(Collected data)
Each returns a :class:`StepFit` with the step found, the fit quality
(residual RMS, R**2, approximate 95 % intervals), the fitted curve for
plotting, ``.table()`` and ``.to_model()``. :func:`read_step_test` reads a CSV
log whose header carries the units (``time [s], flow [m3/h], output [%]``);
:func:`bump_test_plan` proposes the step, duration, sample interval and abort
limits of a test from a model already known.

Units: time in s; the process value in SI (m**3/s, Pa, ...) unless it is
logged in % of span, which stays in %; the controller output stays in % (the
unit controllers are set in). The gain is therefore in SI output units per %
(for example (m**3/s)/%), and :attr:`StepFit.gain_quantity` gives it in the
units of the record (for example (m**3/h)/%).
"""

from __future__ import annotations

import dataclasses
import math
import pathlib
import re
from collections.abc import Callable
from typing import Any

import numpy as np
import pint
import scipy.optimize
import scipy.signal

from .units import ParameterError, ureg

__all__ = [
    "MIN_SAMPLES",
    "SK_TAU_FACTOR",
    "BumpTestPlan",
    "StepFit",
    "StepTest",
    "bump_test_plan",
    "fopdt",
    "integrating",
    "read_step_test",
    "sopdt",
    "step_test",
]

#: Fewest samples a record may have. [-] Common practice, no source.
MIN_SAMPLES = 10
#: Fewest samples before the step (to fix the starting level). [-] Common practice, no source.
_MIN_BEFORE = 3
#: Fewest samples before the step to estimate a drift from. [-] Common practice, no source.
_MIN_FOR_DRIFT = 5
#: Response fractions of Smith's method (Seborg et al., 3rd ed., §7.2).
_SMITH_LEVELS = (0.283, 0.632)
#: Response fractions of Sundaresan and Krishnaswamy (1978).
_SK_LEVELS = (0.353, 0.853)
#: tau = 0.67 (t2 - t1), the constant as printed by Sundaresan and Krishnaswamy
#: (1978). Not 2/3: the exact value for a first-order lag is
#: 1/ln(0.647/0.147) = 0.6748, and the paper rounds it to 0.67.
SK_TAU_FACTOR = 0.67
#: theta = 1.3 t1 - 0.29 t2 (Sundaresan and Krishnaswamy, 1978).
_SK_THETA = (1.3, 0.29)
_Z95 = 1.959964  # two-sided 95 % point of the normal distribution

ASSIGNMENT: A single number is required: the count of lines in the records that include the string "source".

ANSWER AREA: 3